+++ Data shown

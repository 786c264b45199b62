/**
 * Counts, exposures and corrections → the numbers the estimators use (physics contract §3).
 * The raw rows are only read; every correction is a parameter and is reported back.
 *
 * - Expected counts μ_k = w_k · Tr(σ P_k) with weight w_k = t_k · η_k · f_k.
 * - Accidentals (common practice, no single source): A_k = s_a,k · s_b,k · τ / t_k with τ the
 *   full coincidence window; corrected counts max(0, n_k − A_k); clipped rows are listed.
 * - Drift (our choice of model): a monitor reading m_k proportional to the pair rate during
 *   row k enters the expectation as f_k = m_k / mean(m), so σ refers to the mean monitor
 *   level and the Poisson statistics of the counts are untouched. "singles" uses the summed
 *   singles rate (s_a + s_b)/t_k as the monitor.
 */
import type { CountsRow } from "./types";

export interface CorrectionOptions {
  /** Full coincidence window in nanoseconds; turns on accidental subtraction (needs singles). */
  windowNs?: number;
  drift?: "monitor" | "singles";
}

export interface PreparedCounts {
  /** Counts the estimators see (after accidental subtraction, if any). */
  counts: Float64Array;
  /** w_k = t_k · η_k · f_k */
  weights: Float64Array;
  /** A_k per row, or null without accidental subtraction. */
  accidentals: Float64Array | null;
  /** 0-based indices of rows where n_k − A_k < 0 was clipped to 0. */
  clippedRows: number[];
  /** f_k per row, or null without drift normalisation. */
  driftFactors: Float64Array | null;
  totalCounts: number;
}

export function prepareCounts(rows: readonly CountsRow[], options: CorrectionOptions = {}): PreparedCounts {
  const k = rows.length;
  const counts = new Float64Array(k);
  const weights = new Float64Array(k);
  rows.forEach((r, i) => {
    counts[i] = checked(r.counts, i, "counts", (x) => x >= 0, "a number ≥ 0");
    const t = r.seconds === undefined ? 1 : checked(r.seconds, i, "seconds", (x) => x > 0, "a number > 0");
    const eta = r.efficiency === undefined ? 1 : checked(r.efficiency, i, "efficiency", (x) => x > 0, "a number > 0");
    weights[i] = t * eta;
  });

  let accidentals: Float64Array | null = null;
  const clippedRows: number[] = [];
  if (options.windowNs !== undefined) {
    const tau = checked(options.windowNs, -1, "windowNs", (x) => x > 0, "a number > 0") * 1e-9;
    accidentals = new Float64Array(k);
    rows.forEach((r, i) => {
      const sa = checked(r.singlesA, i, "singlesA", (x) => x >= 0, "a number ≥ 0 (needed for accidental subtraction)");
      const sb = checked(r.singlesB, i, "singlesB", (x) => x >= 0, "a number ≥ 0 (needed for accidental subtraction)");
      const a = (sa * sb * tau) / (r.seconds ?? 1);
      accidentals![i] = a;
      const corrected = counts[i] - a;
      if (corrected < 0) clippedRows.push(i);
      counts[i] = Math.max(0, corrected);
    });
  }

  let driftFactors: Float64Array | null = null;
  if (options.drift) {
    const m = rows.map((r, i) =>
      options.drift === "monitor"
        ? checked(r.monitor, i, "monitor", (x) => x > 0, "a number > 0 (needed for drift normalisation)")
        : (checked(r.singlesA, i, "singlesA", (x) => x >= 0, "a number ≥ 0 (needed for drift normalisation)") +
            checked(r.singlesB, i, "singlesB", (x) => x >= 0, "a number ≥ 0 (needed for drift normalisation)")) /
          (r.seconds ?? 1),
    );
    const mean = m.reduce((a, b) => a + b, 0) / k;
    if (!(mean > 0)) throw new Error(`field "drift": the monitor readings are all zero`);
    driftFactors = Float64Array.from(m, (x) => x / mean);
    driftFactors.forEach((f, i) => {
      if (!(f > 0)) throw new Error(`row ${i + 1}, field "${options.drift === "monitor" ? "monitor" : "singlesA"}": the drift monitor reads zero`);
      weights[i] *= f;
    });
  }

  let totalCounts = 0;
  for (let i = 0; i < k; i++) totalCounts += counts[i];
  return { counts, weights, accidentals, clippedRows, driftFactors, totalCounts };
}

function checked(value: number | undefined, row: number, field: string, ok: (x: number) => boolean, what: string): number {
  if (typeof value !== "number" || !Number.isFinite(value) || !ok(value)) {
    const where = row < 0 ? `field "${field}"` : `row ${row + 1}, field "${field}"`;
    throw new Error(`${where}: ${value === undefined ? "missing" : JSON.stringify(value)} — expected ${what}`);
  }
  return value;
}
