// TestMeetJumpOff: with jumpoff on the sheet, two athletes tied for first
// after the tie rules go to a jump-off (TR 26.9); one attempt a height, the
// bar down after both fail, and the first to clear where the other fails
// wins. Without jumpoff they share first (TR 26.8.3).
func TestMeetJumpOff(t *testing.T) {
	te := newTestEngine(t)
	te.must("meet open Final jumpoff")
	te.must("meet add Pia Quin guest")
	te.must("meet log Pia 1.80 xo 1.83 xxx")
	te.must("meet log Quin 1.80 xo 1.83 xxx")
	contains(t, te.must("standings"), "Pia and Quin tied for first at 1.80: jump-off (TR 26.9)")
	for _, line := range []string{"meet log Pia 1.83 x 1.85 o jumpoff", "meet log Pia 1.83 xo jumpoff"} {
		if r := te.run(line); r.OK() || !strings.Contains(plain(r), "TR 26.9") {
			t.Errorf("%q: the bar goes down after a miss, one attempt a height (TR 26.9): %s", line, plain(r))
		}
	}
	te.must("meet log Pia 1.83 x jumpoff")
	contains(t, te.must("standings"), "Jump-off at 1.83: to jump Quin (one attempt, TR 26.9)")
	te.must("meet log Quin 1.83 x jumpoff")
	contains(t, te.must("standings"), "Jump-off: both failed at 1.83, so the bar goes down to 1.81 (TR 26.9); to jump Pia, Quin")
	if r := te.run("meet log Pia 1.81 - jumpoff"); r.OK() || !strings.Contains(plain(r), "no passing in a jump-off") {
		t.Errorf("no pass in a jump-off (TR 26.9): %s", plain(r))
	}
	te.must("meet log Pia 1.81 o jumpoff")
	te.must("meet log Quin 1.81 x jumpoff")
	r := te.must("standings")
	contains(t, r, "Pia wins at 1.80", "Pia ahead of Quin at 1.80: the jump-off for first (TR 26.9)", "2      Quin", "competition is over")
}

// TestMeetUndo: meet undo takes the sheet's own entries off, last first;
// an entry that came from a log line is taken back by undo, which takes it
// off the log too.
func TestMeetUndo(t *testing.T) {
	te := newTestEngine(t)
	te.must("athlete add Mira height 1.78")
	te.must("meet open Club")
	te.must("meet add Mira")
	te.must("meet add Gus guest")
	te.must("meet log Gus 1.60 o")
	te.must("log Mira 1.60 xo meet")
	if r := te.run("meet undo"); r.Kind != bot.KindConflict || r.Example != "undo" {
		t.Errorf("an entry from a log line: %s", plain(r))
	}
	te.must("undo")
	golden(t, "meet-undo", plain(te.must("meet undo")))
	if r := te.run("meet undo"); r.Kind != bot.KindNotFound {
		t.Errorf("nothing left: %s", plain(r))
	}
	contains(t, te.must("standings"), "no height cleared yet", "Gus", "not jumped yet")
	contains(t, te.must("history Mira"), "No jumps logged")
}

++++++

Instructions for the task: Provide only the number of lines in the records containing the string "normalisation".

Exercise output: 4